(Saved data entries)
-=-=-=-=-
//! What a page of measurements keeps of them, and how it is read back.

use crate::evidence::Evidence;
use crate::report::Measurement;
use serde::{Deserialize, Serialize};
use thiserror::Error;

/// Name of the format.
pub const REPORT_FORMAT: &str = "gaptone.report/1";

/// Name of the place in the page that holds the JSON.
pub(super) const PLACE: &str = "gaptone-report";

/// A text file that a measurement rests on.
#[derive(Debug, Clone, PartialEq, Serialize, Deserialize)]
pub struct KeptText {
    /// Its name as given.
    pub file: String,
    /// Its text.
    pub text: String,
}

/// One recording of a report.
#[derive(Debug, Clone, PartialEq, Serialize, Deserialize)]
pub struct KeptRecording {
    /// Its name as given.
    pub file: String,
    /// Why it could not be read.
    #[serde(default, skip_serializing_if = "Option::is_none")]
    pub error: Option<String>,
    /// Its figures.
    pub measurement: Option<Measurement>,
    /// Its evidence.
    pub evidence: Option<Evidence>,
}

/// A report of measurements: all that its page shows.
#[derive(Debug, Clone, PartialEq, Serialize, Deserialize)]
pub struct MeasurementReport {
    /// Always [`REPORT_FORMAT`].
    pub format: String,
    /// Program and version that measured.
    pub program: String,
    /// When, RFC 3339.
    pub made: String,
    /// The bench.
    pub bench: Option<KeptText>,
    /// Options that bear on the figures, each with its value.
    pub options: Vec<(String, String)>,
    /// The recordings in the order given.
    pub recordings: Vec<KeptRecording>,
}

/// A text that holds no report of ours.
#[derive(Debug, Error)]
pub enum NoReport {
    /// No place for it.
    #[error("is no report of gaptone; a page written by `measure --report` was expected")]
    NotOurs,
    /// Its JSON cannot be read.
    #[error("its report cannot be read ({0}); the page was cut or changed, or comes from a later version")]
    Broken(#[from] serde_json::Error),
    /// A report of something else.
    #[error("holds a {0}; a page written by `measure --report` was expected")]
    Other(String),
}

/// Reads a page written by [`super::measurement()`] back.
///
/// # Errors
/// [`NoReport`] if the page is none of ours.
pub fn extract(page: &str) -> Result<MeasurementReport, NoReport> {
    let opening = format!("<script type=\"application/json\" id=\"{PLACE}\">");
    let start = page.rfind(&opening).ok_or(NoReport::NotOurs)? + opening.len();
    let rest = &page[start..];
    let json = &rest[..rest.find("</script>").ok_or(NoReport::NotOurs)?];
    let value: serde_json::Value = serde_json::from_str(json)?;
    match value.get("format").and_then(serde_json::Value::as_str) {
        Some(REPORT_FORMAT) => Ok(serde_json::from_value(value)?),
        Some(other) => Err(NoReport::Other(other.to_owned())),
        None => Err(NoReport::NotOurs),
    }
}
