//! The frame of every page, and the pieces that all share.

use crate::pictures::capital;
use crate::plot::{Medium, Picture, STYLE, escaped};
use std::fmt::Write;

const PAGE_STYLE: &str = include_str!("page.css");
const SCRIPT: &str = include_str!("page.js");

/// What a page may load: nothing from outside of itself, and sound from where it lies.
const POLICY: &str =
    "default-src 'none'; style-src 'unsafe-inline'; script-src 'unsafe-inline'; media-src data: file: 'self'";

/// Characters from which on a value is a sentence, and not set in bold.
const LONG_VALUE: usize = 36;

/// A page of a title, a body and the text of its JSON.
pub(super) fn document(title: &str, body: &str, json: &str) -> String {
    let title = escaped(title);
    let version = env!("CARGO_PKG_VERSION");
    // "<" does not occur in JSON but in strings, where it can be written so; the page then holds no "</script>" of others.
    let json = json.replace('<', "\\u003c");
    format!(
        "<!DOCTYPE html>\n<html lang=\"en\">\n<head>\n<meta charset=\"utf-8\">\n\
         <meta name=\"viewport\" content=\"width=device-width, initial-scale=1\">\n\
         <meta http-equiv=\"Content-Security-Policy\" content=\"{POLICY}\">\n\
         <meta name=\"generator\" content=\"gaptone {version}\">\n\
         <title>{title}</title>\n<style>\n{STYLE}{PAGE_STYLE}</style>\n</head>\n<body>\n<main>\n{body}\
         <footer><p>Made by gaptone {version}.</p></footer>\n</main>\n\
         <script type=\"application/json\" id=\"{}\">{json}</script>\n<script>\n{SCRIPT}</script>\n</body>\n</html>\n",
        super::kept::PLACE
    )
}

/// A name from outside, kept from mixing its direction of writing with ours.
pub(super) fn name(text: &str) -> String {
    format!("<bdi>{}</bdi>", escaped(text))
}

/// A picture with its sentence above and its note beside or below it; headings of a level.
pub(super) fn figure(picture: &Picture, level: usize, place: &str) -> String {
    format!(
        "<figure id=\"{place}\">\n<h{level}>{}</h{level}>\n<div class=\"drawing\">\n{}</div>\n<figcaption>{}</figcaption>\n</figure>\n",
        escaped(&picture.title),
        picture.svg(Medium::Page),
        escaped(&picture.reading)
    )
}

/// Rows of a name, a value and something beside it.
pub(super) fn figures(rows: &[(String, String, String)]) -> String {
    if rows.is_empty() {
        return String::new();
    }
    let mut out = "<dl class=\"figures\">\n".to_owned();
    for (label, value, aside) in rows {
        // Writing to a string cannot fail.
        let class = if value.chars().count() > LONG_VALUE { " class=\"sentence\"" } else { "" };
        let _ = write!(out, "<div><dt>{}</dt><dd{class}>{}</dd>", escaped(label), escaped(value));
        if !aside.is_empty() {
            let _ = write!(out, "<dd class=\"aside\">{}</dd>", escaped(aside));
        }
        out.push_str("</div>\n");
    }
    out + "</dl>\n"
}

/// Sentences as a list under a heading; nothing if there are none.
pub(super) fn list(heading: &str, level: usize, lines: &[String]) -> String {
    if lines.is_empty() {
        return String::new();
    }
    let items: String = lines.iter().map(|line| format!("<li>{}</li>\n", escaped(line))).collect();
    format!("<h{level}>{}</h{level}>\n<ul>\n{items}</ul>\n", escaped(heading))
}

/// A table that scrolls by itself where it is too wide. Cells are HTML already.
pub(super) fn table(caption: &str, heads: &[&str], rows: &[Vec<String>]) -> String {
    let head: String = heads.iter().map(|head| format!("<th scope=\"col\">{}</th>", escaped(head))).collect();
    let mut body = String::new();
    for row in rows {
        body.push_str("<tr>");
        for (k, cell) in row.iter().enumerate() {
            let _ =
                if k == 0 { write!(body, "<th scope=\"row\">{cell}</th>") } else { write!(body, "<td>{cell}</td>") };
        }
        body.push_str("</tr>\n");
    }
    let caption = escaped(caption);
    format!(
        "<div class=\"wide\" role=\"region\" tabindex=\"0\" aria-label=\"{caption}\"><table>\n<caption>{caption}</caption>\n\
         <thead><tr>{head}</tr></thead>\n<tbody>\n{body}</tbody>\n</table></div>\n"
    )
}

/// The caution that stands beside every voltage.
pub(super) fn caution(text: &str) -> String {
    let text = text.strip_prefix("caution: ").unwrap_or(text);
    format!("<p class=\"caution\"><strong>Caution.</strong> {}</p>\n", escaped(&capital(text)))
}

/// A text that is shown as it is, such as a bench.
pub(super) fn verbatim(label: &str, text: &str) -> String {
    let label = escaped(label);
    format!(
        "<pre class=\"wide\" role=\"region\" tabindex=\"0\" aria-label=\"{label}\"><code dir=\"auto\">{}</code></pre>\n",
        escaped(text)
    )
}

/// Something long that is opened when wanted.
pub(super) fn folded(summary: &str, content: &str) -> String {
    format!("<details><summary>{}</summary>\n{content}</details>\n", escaped(summary))
}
-=-=-=-=-
■ **What to produce**: Lines holding the word "summary" in the entries above are the ones to pull out. Copy them all.

■ **Answer area**:
pub(super) fn folded(summary: &str, content: &str) -> String {
    format!("<details><summary>{}</summary>\n{content}</details>\n", escaped(summary))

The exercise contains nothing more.